The way the show treats the clients is interesting. They’re very often hunks, and at least in those early episodes, very sympathetic. One guy had a bad relationship that burned him and just needs love and affection, another guy has been having trouble with his wife that the protagonist helps to mend, and so on. I would assume that there’s one of these a week, but I’m not going to watch more of this show to check.
It’s treated as a revelation that the main character is talking to these men and playing therapist, as though that’s not a large amount of what sex workers end up doing. Everything that I’ve read about sex work says that it’s only partly about sex, and a lot of men who hire sex workers are looking for social and emotional connection, if not a therapist. In fact, The Client List is at least partly based on a real case, in classic Lifetime fashion; a massage parlor in Texas was raided and sixtysome people were arrested for prostitution. If you go looking for those news articles, you’ll see a lot of testimonials that there were men who mostly wanted love and affection, physical affirmation, things like that.
This is a little bit of a tangent, but one of the big social differences between men and women is that women get a ton of compliments, many of them “compliments” and very unwanted, while men hardly ever have anyone remark on their appearance in any way, and get starved for it. Men will remember a compliment from ten years ago because it’s so rare and so wonderful to get one. I think paying someone to pay you a compliment is kind of sad, but I get it. Sometimes, sex workers end up being like therapists for their clients, except they aren’t trained in therapy and can do things that therapists can’t do, like tell you that you’re sexy.
(I also think that ‘these are just lonely men who need affection and affirmation’ is a much more palatable story for most people, the kind of story you would want to tell a judge or jury in the hopes of getting a lighter sentence, or otherwise justifying something that people are deeming immoral. I have my own complicated and nuanced feelings on sex work, but think it’s a little bit untrue to just set all the ‘base pleasure-seeking’ aspects to the side.)

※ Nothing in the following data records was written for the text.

"""Carrying a pulse along a bar: identities that hold whatever the pulse."""

from __future__ import annotations

import numpy as np
import pytest
from numpy.typing import NDArray

from shpb.quantity import Quantity
from shpb.settings import Dispersion
from shpb.wave.pochhammer import first_mode_at_frequency
from shpb.wave.propagation import (
    AMPLITUDE_NONE_FA_C0,
    Grid,
    LowPass,
    bar_transfer,
    capped_factor,
    carry_pulse,
    fast_length,
    padded_length,
)
from tests.synthetic import smooth_pulse, steel_bar

Array = NDArray[np.float64]
DT = 2e-7
LOW_PASS = LowPass(120e3)


def pulse_on(grid: Grid, begins_s: float) -> Array:
    return smooth_pulse(grid.time_s - begins_s, 1e-3, 100e-6, 20e-6)


def carried(strain: Array, grid: Grid, distance: float, dispersion: Dispersion, **more: float) -> Array:
    bar = steel_bar(poisson_ratio=Quantity(more.pop("nu", 0.29)))
    return carry_pulse(strain, grid.start_s, grid, distance, bar, LOW_PASS, dispersion, **more).strain


def test_there_and_back_is_the_low_pass_alone() -> None:
    grid = Grid(-500e-6, DT, 8000)
    start = pulse_on(grid, 0.0)
    there = carried(start, grid, 1.3, Dispersion.PHASE)
    back = carried(there, grid, -1.3, Dispersion.PHASE)
    filtered_twice = carried(carried(start, grid, 0.0, Dispersion.PHASE), grid, 0.0, Dispersion.PHASE)
    np.testing.assert_allclose(back, filtered_twice, atol=1e-9)


def test_phase_only_keeps_integral_and_energy() -> None:
    grid = Grid(-500e-6, DT, 8000)
    start = carried(pulse_on(grid, 0.0), grid, 0.0, Dispersion.NONE)
    there = carry_pulse(start, grid.start_s, grid, 1.0, steel_bar(), LowPass(1e6), Dispersion.PHASE).strain
    assert there.sum() == pytest.approx(start.sum(), rel=1e-9)
    assert (there**2).sum() == pytest.approx((start**2).sum(), rel=1e-9)
    assert np.abs(there - start).max() > 1e-5  # it did disperse


def test_no_lateral_contraction_is_a_rigid_shift_to_a_fraction_of_a_sample() -> None:
    grid = Grid(-100e-6, DT, 4000)
    distance = 1.0 + 0.37 * DT * 5000.0  # 200 us and 0.37 of a sample
    # With nu = 0 plane waves travel at c0 up to Lame's point, f a/c0 = 0.293: stay below 146 kHz.
    bar, low_pass = steel_bar(poisson_ratio=Quantity(0.0)), LowPass(90e3)
    start = pulse_on(grid, 0.0)
    moved = carry_pulse(start, grid.start_s, grid, distance, bar, low_pass, Dispersion.PHASE).strain
    late = pulse_on(grid, distance / 5000.0)
    filtered = carry_pulse(late, grid.start_s, grid, 0.0, bar, low_pass, Dispersion.NONE).strain
    np.testing.assert_allclose(moved, filtered, atol=1e-8)


def test_direction_of_time() -> None:
    # Forward is later; dispersion makes ringing follow the front, not precede it.
    grid = Grid(-100e-6, DT, 4000)
    there = carried(pulse_on(grid, 0.0), grid, 1.0, Dispersion.PHASE)
    front = grid.time_s[np.argmax(there > 0.5e-3)]
    assert front == pytest.approx(200e-6 + 10e-6, abs=2e-6)
    before = there[grid.time_s < 190e-6]
    after = there[(grid.time_s > 340e-6) & (grid.time_s < 400e-6)]
    assert np.abs(before).max() < 0.2 * np.abs(after).max()


def test_energy_arrives_with_the_group_speed() -> None:
    # A packet at 100 kHz over 1 m: f a/c0 = 0.2, nu = 0.29; c_g from the table of Bancroft's equation.
    grid = Grid(0.0, DT, 8192)
    packet = np.exp(-(((grid.time_s - 300e-6) / 60e-6) ** 2)) * np.sin(2 * np.pi * 100e3 * grid.time_s)
    there = carry_pulse(packet, 0.0, grid, 1.0, steel_bar(), LowPass(300e3), Dispersion.PHASE).strain
    centre = (grid.time_s * there**2).sum() / (there**2).sum()
    group = first_mode_at_frequency([0.2], 0.29).group_speed[0]
    assert centre - 300e-6 == pytest.approx(1.0 / (5000.0 * group), rel=5e-3)


def test_a_tuned_shift_only_delays() -> None:
    grid = Grid(-100e-6, DT, 4000)
    start = pulse_on(grid, 0.0)
    late = carried(start, grid, 0.5, Dispersion.PHASE, shift_s=10 * DT)
    plain = carried(start, grid, 0.5, Dispersion.PHASE)
    np.testing.assert_allclose(late[10:], plain[:-10], atol=1e-12)


def test_amplitude_correction_stays_below_the_pole() -> None:
    mode = first_mode_at_frequency(np.linspace(0, 0.6, 601), 0.29)
    factor = capped_factor(mode, mode.stress)
    fa = mode.frequency_fa_c0
    assert np.isfinite(factor).all()
    # Whole at 0.15 (1.041237, exact value worked out apart from the program) and gone from 0.25 on.
    assert np.interp(0.15, fa, factor) == pytest.approx(1.041237, abs=1e-5)
    assert (factor[fa >= AMPLITUDE_NONE_FA_C0] == 1).all()
    assert factor.max() < 1.15


def test_full_correction_gives_force_and_velocity_of_their_own() -> None:
    grid = Grid(-100e-6, DT, 4000)
    bar = steel_bar()
    full = carry_pulse(pulse_on(grid, 0.0), grid.start_s, grid, 0.5, bar, LOW_PASS, Dispersion.FULL)
    phase = carry_pulse(pulse_on(grid, 0.0), grid.start_s, grid, 0.5, bar, LOW_PASS, Dispersion.PHASE)
    np.testing.assert_array_equal(full.strain, phase.strain)
    assert phase.force_strain is phase.strain
    # Long waves are not touched: impulse and mean momentum stay.
    assert full.force_strain.sum() == pytest.approx(full.strain.sum(), rel=1e-8)
    # At 50 kHz (f a/c0 = 0.1) force by surface strain is 1.014309, velocity 1.023568.
    packet = np.exp(-(((grid.time_s - 300e-6) / 80e-6) ** 2)) * np.sin(2 * np.pi * 50e3 * grid.time_s)
    there = carry_pulse(packet, grid.start_s, grid, 0.0, bar, LOW_PASS, Dispersion.FULL)
    for strain, factor in ((there.force_strain, 1.014309), (there.velocity_strain, 1.023568)):
        assert np.sqrt((strain**2).sum() / (there.strain**2).sum()) == pytest.approx(factor, rel=5e-4)


def test_low_pass_is_one_half_and_nothing() -> None:
    gain = LowPass(100e3).gain(np.array([0.0, 50e3, 100e3, 150e3, 1e6]))
    np.testing.assert_allclose(gain, [1, 1, 0.5, 0, 0], atol=1e-15)


@pytest.mark.parametrize("samples", [1, 2, 7, 100, 1001, 4097, 99_999, 131_073])
def test_fast_length(samples: int) -> None:
    length = fast_length(samples)
    assert samples <= length <= 1.2 * samples + 2
    assert length % 2 == 0
    for prime in (2, 3, 5):
        while length % prime == 0:
            length //= prime
    assert length == 1


@pytest.mark.parametrize("dispersion", list(Dispersion))
@pytest.mark.parametrize("every", [2, 5, 12])
def test_a_coarser_clock_holds_the_same_values(every: int, dispersion: Dispersion) -> None:
    # Nothing above the low-pass comes to the faces, so every nth sample of the fine result is the coarse one.
    bar, low_pass, fine = steel_bar(), LowPass(120e3), 0.02e-6
    time = np.arange(0.0, 150e-6, fine)
    strain = smooth_pulse(time - 20e-6, 1e-3, 60e-6, 8e-6)
    length = every * fast_length(-(-padded_length(strain.size, 0.9, bar, low_pass, fine) // every))
    transfer = bar_transfer(bar, fine, length, low_pass, dispersion)
    start = 171.3e-6
    whole = transfer.carry(strain, 0.0, Grid(start, fine, 1200 * every), 0.9)
    thinned = transfer.carry(strain, 0.0, Grid(start, every * fine, 1200), 0.9)
    for a, b in zip(whole, thinned, strict=True):
        np.testing.assert_allclose(b, a[::every], atol=1e-12)
    assert whole.strain.max() > 0.9e-3
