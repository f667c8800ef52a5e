"""Files that cannot be read at all, and TOML that breaks its own rules."""

from __future__ import annotations

import os

import pytest

from shpb.errors import InputError
from shpb.rig.rig_file import read_rig, rig_from_text
from shpb.rig.sheet_file import read_sheet
from shpb.rig.shot_list import read_shot_list
from shpb.rig.text_file import LARGEST_BYTES


@pytest.mark.parametrize(
    ("read", "what"), [(read_rig, "rig file"), (read_sheet, "shot sheet"), (read_shot_list, "shot list")]
)
def test_missing_folder_empty_and_large_files(tmp_path, read, what):
    with pytest.raises(InputError, match=f"gone: there is no such {what}. Check the name and the folder"):
        read(tmp_path / "gone")
    with pytest.raises(InputError, match=f"this is a folder, not a {what}. Name the {what} inside it"):
        read(tmp_path)
    for content in (b"", b"  \r\n\t\n", b"\xef\xbb\xbf"):
        (tmp_path / "empty").write_bytes(content)
        with pytest.raises(InputError, match=f"the {what} is empty. Fill it in"):
            read(tmp_path / "empty")
    (tmp_path / "record").write_bytes(b"0.1,0.2\n" * (LARGEST_BYTES // 8 + 1))
    with pytest.raises(InputError, match=f"4 MB are too many for a {what}. Name the {what}, not the record"):
        read(tmp_path / "record")
    with pytest.raises(InputError, match=f"the {what} cannot be read"):
        read("a\x00b")


@pytest.mark.skipif(os.name == "nt" or os.geteuid() == 0, reason="needs a user whom permissions bind")
def test_a_file_without_permission(tmp_path):
    path = tmp_path / "rig.toml"
    path.write_text("[rig]")
    path.chmod(0)
    with pytest.raises(InputError, match="the rig file cannot be read: Permission denied"):
        read_rig(path)


def test_wrong_encodings_are_named(tmp_path):
    path = tmp_path / "rig.toml"
    path.write_bytes('[rig]\nname = "Prüfstand"\n'.encode("latin-1"))
    with pytest.raises(
        InputError, match=r"rig.toml, line 2: the byte 0xfc is not UTF-8. Save the file with .* UTF-8"
    ):
        read_rig(path)
    path.write_bytes("[rig]\n".encode("utf-16"))
    with pytest.raises(InputError, match=r"the rig file is in UTF-16. Save the file with the encoding UTF-8"):
        read_rig(path)
    path.write_bytes(b"\xff\xfe\x00\xd8\x00")
    with pytest.raises(InputError, match=r"damaged UTF-16"):
        read_shot_list(path)


@pytest.mark.parametrize(
    ("line", "number", "mend"),
    [
        ("diameter_mm = 20,5", 3, "Write numbers with a decimal point"),
        ('record = "data\\shot.csv"', 3, "Write paths with / or put them in 'single quotes'"),
        ("diameter_mm = 20\ndiameter_mm = 21", 4, "a key or table stands twice.* Keep one of the two"),
        ("[rig]", 3, "a key or table stands twice.* Keep one of the two"),
        ("diameter_mm 20", 3, "Write key = value; a remark begins with #"),
        ("channel = CH1", 3, 'Put text in "quotes"'),
        ("flag = True", 3, "true or false in small letters"),
        ('name2 = "open', 3, 'Close the text with "'),
        ("[striker", 3, "Close the table's name with ]"),
        ("diameter_mm = 20 mm", 3, "Write the number alone; its unit is the end of the key"),
        ("poisson_ratio = .3", 3, "a digit on both sides of the decimal point"),
        ("diameter_mm = 020", 3, "no leading zero"),
        ("diameter_mm = ", 3, "Write key = value, text in quotes"),
        ("diameter_mm = [1, 2", 3, "Write key = value, text in quotes"),
        ("größe = 3", 3, "Write key = value"),
        ("diameter_mm = 1" + "0" * 5000, 3, "a number has thousands of digits"),
    ],
)
def test_toml_that_breaks_its_rules(line, number, mend):
    text = f'[rig]\nname = "x"\n{line}\n'
    with pytest.raises(InputError, match=mend) as caught:
        rig_from_text(text, "rig.toml")
    assert caught.value.where == f"rig.toml, line {number}"
    assert len(str(caught.value)) < 300


def test_brackets_without_end():
    with pytest.raises(InputError, match="brackets are nested too deeply"):
        rig_from_text("a = " + "[" * 20000, "rig.toml")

It really does seem like The Client List is doing everything in its power to make the protagonist and her work sympathetic to the viewer, like they were afraid that people would change the channel. It probably goes without saying given how long this review is, but this just doesn’t work for me, because it makes it all feel very hollow. I’m way outside the target audience, which I think is Southern housewives.
Bad Media
If I do end up watching more of it, I’ll update this review, but hopefully this exorcises the demons from my mind. I was going to watch the movie version, which is apparently very different in tone, but it’s a niche Lifetime movie and is like $12 to rent on streaming services, and I just don’t care that much.
From reading the Wikipedia summaries of the remaining episodes, it does seem that they bring in the police as a plot element, which … I really wonder how they handle given how toothless and noncommittal everything in the first three episodes is. But no, there’s only so much I can watch things that I’m watching for the sake of learning something about mass media and how it’s made.